布巾上的果子已經全進了雲婳的腹中,此刻她正靠在大樹的陰翳下趁著涼, 如此比對之下,雲婳倒覺得自己像個吃閑飯的。

——那就吃閑飯吧,反正看殘廢的臉色,似乎也並沒有找到蛛絲草。

水猶寒在樹旁坐下來,依舊是沈默,獨自思索著什麽。

殘廢離她那麽遠幹嘛?雲婳瞧她坐的那位置,與自己整整偏離的大半棵樹。不過……殘廢好像心情不太好,臉色又冷又黑的。

“餵,那個。”雲婳坐過去,往她身邊靠了靠, “沒找到蛛絲草?”

水猶寒搖了搖頭。

半晌,又側身問起來:“你見到蛛絲草的時候, 旁邊有毒蟲麽?”

殘廢可算是說了句完整話了, 雲婳想了想, 努力回憶:“好像…沒有。但當時附近不遠的地方有個蛇窩,現在也不見了……”

“嗯。”

又變成了半個啞巴……

雲婳心裏正想著這人究竟會在什麽時候多說幾句話, 水猶寒就站了起來, 應當是短暫的休憩完了,又或是,回來本就是為了告別。

“你先回去吧。”水猶寒撿起身旁的樹枝,起身便走。

雲婳楞了楞, 趕忙跟上,滿心疑惑不明所以:“餵,你幹嘛?”

想了想又道:“小錦可是專程傳信給我,讓我幫她找蛛絲草的。”這個理由似乎正當又充分,“姐姐我受人之托,事情還沒辦妥,我怎麽可能說回去就回去?”

雲婳一邊走,一邊嘰裏呱啦說個不停,水猶寒似乎有些難耐這樣的聒噪,微微蹙眉,腳下步子快了些。

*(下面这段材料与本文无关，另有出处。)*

package spec

import (
	"fmt"
	"math"
)

// FormerSpec is the [former] table: the printed winding former. Every size
// is in mm and every angle in degrees; an absent or zero key takes the
// default given beside it (a zero written in the spec stays zero where zero
// is allowed). The defaults suit a 0.4 mm FDM nozzle and 0.2 mm layers.
type FormerSpec struct {
	ClearanceMM       float64 `toml:"clearance_mm"`        // groove width over the wire, default 0.2, 0–1
	GrooveDepthRatio  float64 `toml:"groove_depth_ratio"`  // groove depth in wire diameters, default 0.6, 0.3–0.9
	GrooveProfile     string  `toml:"groove_profile"`      // "teardrop" (45° roof, default) or "round"
	LeadInDeg         float64 `toml:"lead_in_deg"`         // groove before the start, rising out, default 45, 0–180
	RunOutDeg         float64 `toml:"run_out_deg"`         // groove past the end, rising out, default 90, 0–360
	LockHoleDepthMM   float64 `toml:"lock_hole_depth_mm"`  // radial wire-lock hole below the groove, default 5, 1–30
	StopNotchMM       float64 `toml:"stop_notch_mm"`       // width of the stop notch at the end, default 1.2, 0.5–5
	FlangeMarginMM    float64 `toml:"flange_margin_mm"`    // flange beyond the core, default 7, 3–50
	FlangeThicknessMM float64 `toml:"flange_thickness_mm"` // default 4, 2–20
	FlatDepthMM       float64 `toml:"flat_depth_mm"`       // depth of each vice flat, default 1.5, 0–10
	ChamferMM         float64 `toml:"chamfer_mm"`          // 45° chamfer on outer edges, default 0.6, 0–3
	FilletMM          float64 `toml:"fillet_mm"`           // rounding of inner corners and groove lips, default 0.5, 0–3
	Drive             string  `toml:"drive"`               // "hex" (1/4 in socket, default) or "bore" (through-bore)
	HexAcrossFlatsMM  float64 `toml:"hex_across_flats_mm"` // socket across flats, default 6.6 (6.35 + clearance), 3–20
	HexDepthMM        float64 `toml:"hex_depth_mm"`        // socket depth, default 10, 3–50
	BoreDiameterMM    float64 `toml:"bore_diameter_mm"`    // through-bore, default the dowel diameter or 6.5, 1–100
	EngraveDepthMM    float64 `toml:"engrave_depth_mm"`    // depth of the flange lettering, default 0.6, 0.2–2
	TextHeightMM      float64 `toml:"text_height_mm"`      // flange letter height, default 3.5, 2–10
	EndMarginMM       float64 `toml:"end_margin_mm"`       // core beyond the groove at the free end, default 3, 0.5–50
	ToleranceMM       float64 `toml:"tolerance_mm"`        // mesh distance from the true surface, default 0.05, 0.01–0.5
	PrintHeightMM     float64 `toml:"print_height_mm"`     // tallest former the printer takes, default 250, 20–2000
	PrintWidthMM      float64 `toml:"print_width_mm"`      // widest former the printer takes, default 220, 20–2000
}

// Former defaults. Common practice (no published source).
const (
	DefaultFormerToleranceMM = 0.05
	hexDriveMM               = 6.35 // 1/4 inch hex drive across flats
)

func (f *FormerSpec) validate(c *checker, s *Spec) {
	def := c.orDefault
	def("former.clearance_mm", &f.ClearanceMM, 0.2)
	def("former.groove_depth_ratio", &f.GrooveDepthRatio, 0.6)
	def("former.lead_in_deg", &f.LeadInDeg, 45)
	def("former.run_out_deg", &f.RunOutDeg, 90)
	def("former.lock_hole_depth_mm", &f.LockHoleDepthMM, 5)
	def("former.stop_notch_mm", &f.StopNotchMM, 1.2)
	def("former.flange_margin_mm", &f.FlangeMarginMM, 7)
	def("former.flange_thickness_mm", &f.FlangeThicknessMM, 4)
	def("former.flat_depth_mm", &f.FlatDepthMM, 1.5)
	def("former.chamfer_mm", &f.ChamferMM, 0.6)
	def("former.fillet_mm", &f.FilletMM, 0.5)
	def("former.hex_across_flats_mm", &f.HexAcrossFlatsMM, hexDriveMM+0.25)
	def("former.hex_depth_mm", &f.HexDepthMM, 10)
	bore := 6.5
	if s.Dowel.DiameterMM != nil {
		bore = *s.Dowel.DiameterMM
	}
	def("former.bore_diameter_mm", &f.BoreDiameterMM, bore)
	def("former.engrave_depth_mm", &f.EngraveDepthMM, 0.6)
	def("former.text_height_mm", &f.TextHeightMM, 3.5)
	def("former.end_margin_mm", &f.EndMarginMM, 3)
	def("former.tolerance_mm", &f.ToleranceMM, DefaultFormerToleranceMM)
	// A common desktop FDM print volume, about 220 × 220 × 250 mm. Common
	// practice (no published source).
	def("former.print_height_mm", &f.PrintHeightMM, 250)
	def("former.print_width_mm", &f.PrintWidthMM, 220)
	c.oneOf("former.groove_profile", &f.GrooveProfile, "teardrop", "teardrop", "round")
	c.oneOf("former.drive", &f.Drive, "hex", "hex", "bore")
	for _, r := range []struct {
		key    string
		v      float64
		lo, hi float64
		unit   string
	}{
		{"former.clearance_mm", f.ClearanceMM, 0, 1, "mm"},
		{"former.groove_depth_ratio", f.GrooveDepthRatio, 0.3, 0.9, "wire diameters"},
		{"former.lead_in_deg", f.LeadInDeg, 0, 180, "degrees"},
		{"former.run_out_deg", f.RunOutDeg, 0, 360, "degrees"},
		{"former.lock_hole_depth_mm", f.LockHoleDepthMM, 1, 30, "mm"},
		{"former.stop_notch_mm", f.StopNotchMM, 0.5, 5, "mm"},
		{"former.flange_margin_mm", f.FlangeMarginMM, 3, 50, "mm"},
		{"former.flange_thickness_mm", f.FlangeThicknessMM, 2, 20, "mm"},
		{"former.flat_depth_mm", f.FlatDepthMM, 0, 10, "mm"},
		{"former.chamfer_mm", f.ChamferMM, 0, 3, "mm"},
		{"former.fillet_mm", f.FilletMM, 0, 3, "mm"},
		{"former.hex_across_flats_mm", f.HexAcrossFlatsMM, 3, 20, "mm"},
		{"former.hex_depth_mm", f.HexDepthMM, 3, 50, "mm"},
		{"former.bore_diameter_mm", f.BoreDiameterMM, 1, 100, "mm"},
		{"former.engrave_depth_mm", f.EngraveDepthMM, 0.2, 2, "mm"},
		{"former.text_height_mm", f.TextHeightMM, 2, 10, "mm"},
		{"former.end_margin_mm", f.EndMarginMM, 0.5, 50, "mm"},
		{"former.tolerance_mm", f.ToleranceMM, 0.01, 0.5, "mm"},
		{"former.print_height_mm", f.PrintHeightMM, 20, 2000, "mm"},
		{"former.print_width_mm", f.PrintWidthMM, 20, 2000, "mm"},
	} {
		if math.IsNaN(r.v) {
			c.fail(r.key, "NaN", "must be a number", "give a number")
			continue
		}
		c.within(r.key, r.v, r.lo, r.hi, r.unit)
	}
	if f.FlatDepthMM >= f.FlangeMarginMM {
		c.fail("former.flat_depth_mm", num(f.FlatDepthMM), fmt.Sprintf("must be less than flange_margin_mm = %s so the flats stay on the flange", num(f.FlangeMarginMM)), "make the flats shallower or the flange wider")
	}
	if 2*f.ChamferMM >= f.FlangeThicknessMM {
		c.fail("former.chamfer_mm", num(f.ChamferMM), fmt.Sprintf("must be less than half of flange_thickness_mm = %s", num(f.FlangeThicknessMM)), "use a smaller chamfer")
	}
	if f.EngraveDepthMM >= f.FlangeThicknessMM/2 {
		c.fail("former.engrave_depth_mm", num(f.EngraveDepthMM), fmt.Sprintf("must be less than half of flange_thickness_mm = %s", num(f.FlangeThicknessMM)), "engrave shallower")
	}
}
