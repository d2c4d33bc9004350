package kit

import (
	"testing"

	"coilwright/templates"
)

// BenchmarkSolverCost plans each demo with empty solver caches: the strip
// search, the field sweep and (where the spec asks) the tolerance analysis
// run every time, as in a cold build; the former is planned but not
// meshed and nothing is written, so the figure is the field solver's
// share of a build plus the small planning steps around it. It reports the
// process's CPU time per plan (all threads).
func BenchmarkSolverCost(b *testing.B) {
	for _, demo := range templates.Demos() {
		b.Run(demo, func(b *testing.B) {
			b.ReportAllocs()
			cpu0 := cpuTime()
			for b.Loop() {
				resetMemos()
				demoKit(b, demo, Options{Version: "bench"})
			}
			b.ReportMetric(float64(cpuTime()-cpu0)/float64(b.N), "cpu-ns/op")
		})
	}
	resetMemos()
}
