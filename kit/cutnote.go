package kit

import (
	"fmt"

	"coilwright/cam/cut"
	"coilwright/cam/geom"
)

// NoteLayer is the layer of a cut file's printed note: text for the
// person at the machine, neither cut nor marked.
const NoteLayer = "NOTE"

// noteHeightMM is the cap height of the note's text. Common practice (no
// published source): 2.5 mm is the smallest usual drawing lettering.
const noteHeightMM = 2.5

// fileDrawing returns what a part's cut files carry: the true outline on
// CUT (and marks), and with toolPath the tool-centre path on
// cut.ToolPathLayer.
func fileDrawing(nominal geom.Drawing, kerf float64, toolPath bool) (geom.Drawing, error) {
	if !toolPath {
		return nominal, nil
	}
	return cut.WithToolPath(nominal, kerf)
}

// withNote returns d with the kerf convention written under box b on
// NoteLayer, one line per text, and the box grown to hold it.
func withNote(d geom.Drawing, b geom.Box2, kerf float64, toolPath bool) (geom.Drawing, geom.Box2) {
	out := geom.Drawing{Layers: append([]geom.Layer(nil), d.Layers...)}
	lines := []string{fmt.Sprintf("CUT: true part outline, not offset for the kerf: set cutter compensation %.2f mm (half the kerf) in your CAM.", kerf/2)}
	if toolPath {
		lines = []string{"CUT: true part outline, not offset for the kerf.",
			fmt.Sprintf("TOOLPATH: tool-centre path, %.2f mm (half the kerf) outside the part and inside its holes. Cut one layer, not both.", kerf/2)}
	}
	y := b.Min.Y
	for _, l := range lines {
		y -= 2 * noteHeightMM
		out.Add(NoteLayer, geom.Text{At: geom.Vec2{X: b.Min.X, Y: y}, Height: noteHeightMM, Value: l})
	}
	b.Min.Y = y - noteHeightMM
	return out, b
}
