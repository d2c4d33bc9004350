package kit

import (
	"encoding/csv"
	"errors"
	"fmt"
	"io"
	"math"
	"slices"
	"strconv"
	"strings"
	"text/template"

	"coilwright/cam/cut"
	"coilwright/cam/pdf"
	"coilwright/parts"
	"coilwright/parts/cutlist"
	"coilwright/parts/sheet"
	"coilwright/parts/spec"
	"coilwright/templates"
)

var (
	cutlistTmpl = template.Must(template.New("cutlist.md.tmpl").Funcs(reportFuncs).ParseFS(templates.FS(), "cutlist.md.tmpl"))
	batchTmpl   = template.Must(template.New("batch.md.tmpl").Funcs(reportFuncs).ParseFS(templates.FS(), "batch.md.tmpl"))
	sheetTmpl   = template.Must(template.New("build-sheet.md.tmpl").Funcs(reportFuncs).ParseFS(templates.FS(), "build-sheet.md.tmpl"))
)

// cutlistView is what cutlist.md.tmpl reads.
type cutlistView struct {
	*cutlist.CutList
	Kit        string
	SpecSHA256 string
	Rows       []cutlist.CutRow
}

// writeSheet writes the cut list, the batch plan (more than one kit) and
// the build sheet.
func (k *Kit) writeSheet(out Sink) error {
	d, cl := k.Design, k.cutList
	rows := cl.Rows()
	if err := out.Add("cutlist.csv", func(w io.Writer) error { return writeCutCSV(w, rows) }); err != nil {
		return err
	}
	view := cutlistView{CutList: cl, Kit: d.Spec.Kit, SpecSHA256: k.Source.SHA256(), Rows: rows}
	if err := out.Add("cutlist.md", func(w io.Writer) error { return cutlistTmpl.Execute(w, view) }); err != nil {
		return err
	}
	if bp := k.batch; bp != nil {
		if err := out.Add("batch.csv", func(w io.Writer) error { return writeBatchCSV(w, bp) }); err != nil {
			return err
		}
		if err := out.Add("batch.md", func(w io.Writer) error { return batchTmpl.Execute(w, bp) }); err != nil {
			return err
		}
	}
	bs := sheet.NewBuildSheet(d, cl, k.Source.SHA256())
	for i, st := range bs.Steps {
		if st.Title != "Lock its end in the former" {
			continue
		}
		if lead := k.formerLead(); lead != "" {
			bs.Steps[i].Text = append([]string{lead}, bs.Steps[i].Text...)
		}
		if note, _ := k.lockCut(); note != "" && (k.Former.FitsPrinter || k.split != nil) {
			bs.Steps[i].Text = append(bs.Steps[i].Text, note)
		}
	}
	if err := out.Add("build-sheet.md", func(w io.Writer) error { return sheetTmpl.Execute(w, bs) }); err != nil {
		return err
	}
	page, err := pdf.PageSizeByName(bs.Paper)
	if err != nil {
		return err
	}
	doc := sheetDocument(bs, page, k.stepFigures(bs))
	doc.Blocks = withBandFigure(doc.Blocks, pdf.Group{Blocks: []pdf.Block{pdf.Heading{Text: "What the analyser should show", Level: 3}, bandFigure(k.electrical())}})
	doc.TrailingPages = len(k.templates)
	pages, err := doc.Pages()
	if err != nil {
		return err
	}
	opt := pdf.PDFOptions{Title: bs.Kit + " — build sheet", Subject: bs.Summary, Creator: k.creator(), Created: k.opt.Created}
	return out.Add("build-sheet.pdf", func(w io.Writer) error { return pdf.WritePDF(w, append(pages, k.templates...), opt) })
}

// fmtMM formats a length or amount for CSV: one decimal, empty when zero.
func fmtMM(v float64) string {
	if v == 0 {
		return ""
	}
	return strconv.FormatFloat(v, 'f', 1, 64)
}

func writeCutCSV(w io.Writer, rows []cutlist.CutRow) error {
	cw := csv.NewWriter(w)
	cw.Write([]string{"item", "material", "size", "count", "length_mm", "amount", "unit", "note"})
	for _, r := range rows {
		count := ""
		if r.Count > 0 {
			count = strconv.Itoa(r.Count)
		}
		cw.Write([]string{r.Item, r.Material, r.Size, count, fmtMM(r.LengthMM), fmtMM(r.Amount), r.Unit, r.Note})
	}
	cw.Flush()
	return cw.Error()
}

// batchPlan is the batch's cutting plans and shopping list, read by
// batch.md.tmpl and written to batch.csv.
type batchPlan struct {
	Kit      string
	Quantity int
	Stocks   []batchStock
	Sheets   []batchSheet
	Buy      []sheet.SheetRow
}

// batchSheet is the nesting of one flat part on stock sheets.
type batchSheet struct {
	Part              string
	PerSheet, Sheets  int
	WidthMM, HeightMM float64
}

// batchStock is the cutting plan of one stock.
type batchStock struct {
	Name     string // "Wire", "Support rod"
	Item     string // the piece's cut-list item
	PieceMM  float64
	Plan     cut.StockPlan
	Patterns []rodPattern
	// ReusableMM is the offcut, counted in the waste, from rods whose
	// offcut would still give another piece.
	ReusableMM float64
}

// rodPattern is a run of consecutive rods cut alike.
type rodPattern struct {
	Rods     string // "1" or "1–4"
	Pieces   int
	OffcutMM float64
}

func newBatchPlan(d *parts.Design, cl *cutlist.CutList, cps []cutPart) (*batchPlan, error) {
	s := d.Spec
	n := s.Quantity
	bp := &batchPlan{Kit: s.Kit, Quantity: n}
	type stock struct {
		name, item, key string
		piece           float64
		rod             cut.Rod
		joint           string // the other fix
	}
	stocks := []stock{
		{"Wire", "wire blank", "stock.wire_rod_mm", cl.Wire.LengthMM, cut.Rod{Length: s.Stock.WireRodMM, Kerf: s.Stock.WireKerfMM, EndTrim: s.Stock.EndTrimMM},
			" and buy the wire on a reel or in longer lengths; the winding must be one piece (a joint in the coil changes its tuning and breaks on the former)"},
		{"Support rod", "support rod", "stock.dowel_rod_mm", cl.Dowel.LengthMM, cut.Rod{Length: s.Stock.DowelRodMM, Kerf: s.Stock.DowelKerfMM, EndTrim: s.Stock.EndTrimMM},
			", or join two rods end to end with a glued sleeve of the same material"},
	}
	if cl.Dowel.OverFeed {
		stocks = stocks[:1] // the kit has no support rod
	}
	for _, st := range stocks {
		pieces := make([]cut.Piece, n)
		for i := range pieces {
			pieces[i] = cut.Piece{Label: st.item, Length: st.piece}
		}
		plan, err := cut.PlanStock(pieces, st.rod)
		if errors.Is(err, cut.ErrPieceTooLong) {
			need := math.Ceil((st.piece+st.rod.Kerf+st.rod.EndTrim)/10) * 10
			return nil, &spec.SpecError{Key: st.key, Line: s.Line(st.key), Value: strconv.FormatFloat(st.rod.Length, 'g', -1, 64),
				Problem: fmt.Sprintf("is too short for one %s of %.1f mm with %s mm kerf and %s mm end trim", st.item, st.piece,
					strconv.FormatFloat(st.rod.Kerf, 'g', -1, 64), strconv.FormatFloat(st.rod.EndTrim, 'g', -1, 64)),
				Fix: fmt.Sprintf("set %s = %.0f or more%s", st.key[strings.LastIndex(st.key, ".")+1:], need, st.joint)}
		}
		if err != nil {
			return nil, fmt.Errorf("%s: %w", st.item, err)
		}
		bs := batchStock{Name: st.name, Item: st.item, PieceMM: st.piece, Plan: plan, Patterns: patterns(plan)}
		for _, r := range plan.Rods {
			if r.Offcut >= st.piece+st.rod.Kerf {
				bs.ReusableMM += r.Offcut
			}
		}
		bp.Stocks = append(bp.Stocks, bs)
	}
	w := bp.Stocks[0]
	nf := float64(n)
	bp.Buy = []sheet.SheetRow{
		{Label: "Wire rods", Value: fmt.Sprintf("%d × %.0f mm, %s Ø%s mm", len(w.Plan.Rods), w.Plan.Rod.Length, cl.Wire.Material, strconv.FormatFloat(cl.Wire.DiameterMM, 'g', -1, 64))},
		{Label: "Feed cable", Value: fmt.Sprintf("%.0f mm of %s (%d × %.1f mm)", nf*cl.Coax.CutMM, cl.Coax.Cable.Name, n, cl.Coax.CutMM)},
		{Label: "Heat-shrink", Value: fmt.Sprintf("%.0f mm of Ø%.1f mm 2:1 sleeve", nf*cl.Sleeve.LengthMM, cl.Sleeve.SuppliedMM)},
		{Label: "Solder", Value: fmt.Sprintf("%.0f mm of Ø%.1f mm wire", nf*cl.Solder.Amount, s.Stock.SolderWireMM)},
		{Label: "Epoxy", Value: fmt.Sprintf("%.1f mL mixed", nf*cl.Epoxy.Amount)},
	}
	if len(bp.Stocks) > 1 {
		dw := bp.Stocks[1]
		bp.Buy = slices.Insert(bp.Buy, 1, sheet.SheetRow{Label: "Support rods", Value: fmt.Sprintf("%d × %.0f mm, %s Ø%s mm", len(dw.Plan.Rods), dw.Plan.Rod.Length, cl.Dowel.Material, strconv.FormatFloat(cl.Dowel.DiameterMM, 'g', -1, 64))})
	}
	for _, c := range cps {
		bp.Sheets = append(bp.Sheets, batchSheet{Part: c.title, PerSheet: c.nest.PerSheet, Sheets: c.nest.Sheets,
			WidthMM: c.sheet.Width, HeightMM: c.sheet.Height})
		mat := d.Patterns.Material.Name
		if c.name == "wedge" {
			mat = d.Patterns.WedgeMaterial.Name
		}
		bp.Buy = append(bp.Buy, sheet.SheetRow{Label: c.title + " sheets", Value: fmt.Sprintf("%d × %g × %g mm %s (%d parts per sheet)", c.nest.Sheets, c.sheet.Width, c.sheet.Height, mat, c.nest.PerSheet)})
	}
	for _, h := range cl.Hardware {
		bp.Buy = append(bp.Buy, sheet.SheetRow{Label: "Hardware", Value: fmt.Sprintf("%d × %s", n*h.Count, h.Item)})
	}
	return bp, nil
}

// patterns groups consecutive rods with the same piece count and offcut.
func patterns(p cut.StockPlan) []rodPattern {
	var out []rodPattern
	start := 0
	for i := 1; i <= len(p.Rods); i++ {
		if i < len(p.Rods) && len(p.Rods[i].Pieces) == len(p.Rods[start].Pieces) && fmtMM(p.Rods[i].Offcut) == fmtMM(p.Rods[start].Offcut) {
			continue
		}
		rods := strconv.Itoa(start + 1)
		if i-1 > start {
			rods = fmt.Sprintf("%d–%d", start+1, i)
		}
		out = append(out, rodPattern{Rods: rods, Pieces: len(p.Rods[start].Pieces), OffcutMM: p.Rods[start].Offcut})
		start = i
	}
	return out
}

// writeBatchCSV writes one "cut" row per rod and one "total" row per
// stock.
func writeBatchCSV(w io.Writer, bp *batchPlan) error {
	cw := csv.NewWriter(w)
	cw.Write([]string{"row", "stock", "rod", "rod_length_mm", "pieces", "piece_mm", "kerf_mm", "offcut_mm", "rods", "bought_mm", "demand_mm", "waste_mm", "waste_percent"})
	f := func(v float64) string { return strconv.FormatFloat(v, 'f', 1, 64) }
	for _, st := range bp.Stocks {
		p := st.Plan
		for i, r := range p.Rods {
			cw.Write([]string{"cut", st.Item, strconv.Itoa(i + 1), f(p.Rod.Length), strconv.Itoa(len(r.Pieces)), f(st.PieceMM), f(p.Rod.Kerf), f(r.Offcut), "", "", "", "", ""})
		}
		cw.Write([]string{"total", st.Item, "", f(p.Rod.Length), strconv.Itoa(p.Pieces), f(st.PieceMM), f(p.Rod.Kerf), "", strconv.Itoa(len(p.Rods)), f(p.Bought), f(p.Demand), f(p.Waste), f(p.WastePercent())})
	}
	for _, sh := range bp.Sheets {
		cw.Write([]string{"sheets", strings.ToLower(sh.Part), "", "", strconv.Itoa(bp.Quantity), "", "", "", strconv.Itoa(sh.Sheets), "", "", "", ""})
	}
	cw.Flush()
	return cw.Error()
}
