package kit

import (
	"fmt"
	"math"

	"coilwright/parts"
)

// fieldElectrical returns the curves of the design's field solution: the
// sweep's own frequencies and the solver's two centre-frequency cuts.
// Without cuts in the solution (an axis-only solve) the pattern falls back
// to the textbook cuts, and CutNote says so.
func fieldElectrical(d *parts.Design) *electrical {
	f := d.Field
	_, _, b := plotRange(d)
	model := "plate reflector model"
	if f.Reflector == "ideal" {
		model = "ideal ground model"
	}
	e := &electrical{
		Source:     fmt.Sprintf("Field solution (method of moments, %s, %d unknowns)", model, f.Unknowns),
		Short:      "Field solution, " + model,
		Band:       b,
		TargetVSWR: targetVSWR(d),
	}
	for _, p := range f.Points {
		e.FreqMHz = append(e.FreqMHz, p.FrequencyMHz)
		e.VSWR = append(e.VSWR, p.VSWR)
		e.ReturnLossDB = append(e.ReturnLossDB, p.ReturnLossDB)
		e.RHCPDBic = append(e.RHCPDBic, p.AxisRHCPDBic)
		e.LHCPDBic = append(e.LHCPDBic, p.AxisLHCPDBic)
		e.AxialRatioDB = append(e.AxialRatioDB, p.AxialRatioDB)
	}
	e.LowMHz, e.HighMHz = e.FreqMHz[0], e.FreqMHz[len(e.FreqMHz)-1]
	if e.HighMHz <= e.LowMHz { // a one-point sweep: widen it to the textbook range
		e.LowMHz, e.HighMHz, _ = plotRange(d)
	}
	if len(f.Cuts) == 0 {
		tb := textbookElectrical(d)
		e.CentreMHz, e.Cuts = tb.CentreMHz, tb.Cuts
		e.CutNote = "The field solution was run on the axis only: the pattern cuts are the textbook estimate. " + tb.CutNote
		return e
	}
	e.CentreMHz = f.Centre.FrequencyMHz
	for _, c := range f.Cuts {
		pc := patternCut{Name: fmt.Sprintf("φ = %s° plane", num(c.PhiDeg))}
		for _, s := range c.Samples {
			pc.AngleRad = append(pc.AngleRad, s.ThetaDeg*math.Pi/180)
			pc.RHCPDBic = append(pc.RHCPDBic, s.RHCPDBic)
			pc.LHCPDBic = append(pc.LHCPDBic, s.LHCPDBic)
		}
		e.Cuts = append(e.Cuts, pc)
	}
	if f.Reflector == "ideal" {
		e.CutNote = "Cuts of the field solution at the centre frequency over an ideal infinite ground plane: nothing radiates behind it, so the rear half is empty."
	} else {
		e.CutNote = "Cuts of the field solution at the centre frequency with the reflector plate modelled as a wire grid, the back lobe included."
	}
	return e
}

至於旁邊那個人,一直不被搭理……在這大熱天雖然身邊多了只冰塊,可卻絲毫沒有起到解暑的功效,反而更滋生了肺腑間不少內火。

臭啞巴,臭殘廢,你就可勁神氣吧!雲婳跺跺腳,憤憤跟上,開始暗自較勁。

一定要比這個殘廢先找到蛛絲草。

漸漸地走了一會兒,雲婳便發現了不尋常之處——

殘廢今天的目光都不四處逡巡掃視了,就徑直盯著前面的路,步子穩健毫不猶豫,仿佛是早就有了明確的方向。

原來是這樣。雲婳湊上去問道:“餵,你是不是知道蛛絲草在哪兒了?”

殘廢表面和個冰塊似的,沒想到心機還真深吶,找到了蛛絲草的下落就想把她甩掉,自個兒去拿了領功。

那自己就更不能走了,在雲婳下定決心之時,忽然聽見耳邊冷冷飄來一句:“你要跟便跟著吧。”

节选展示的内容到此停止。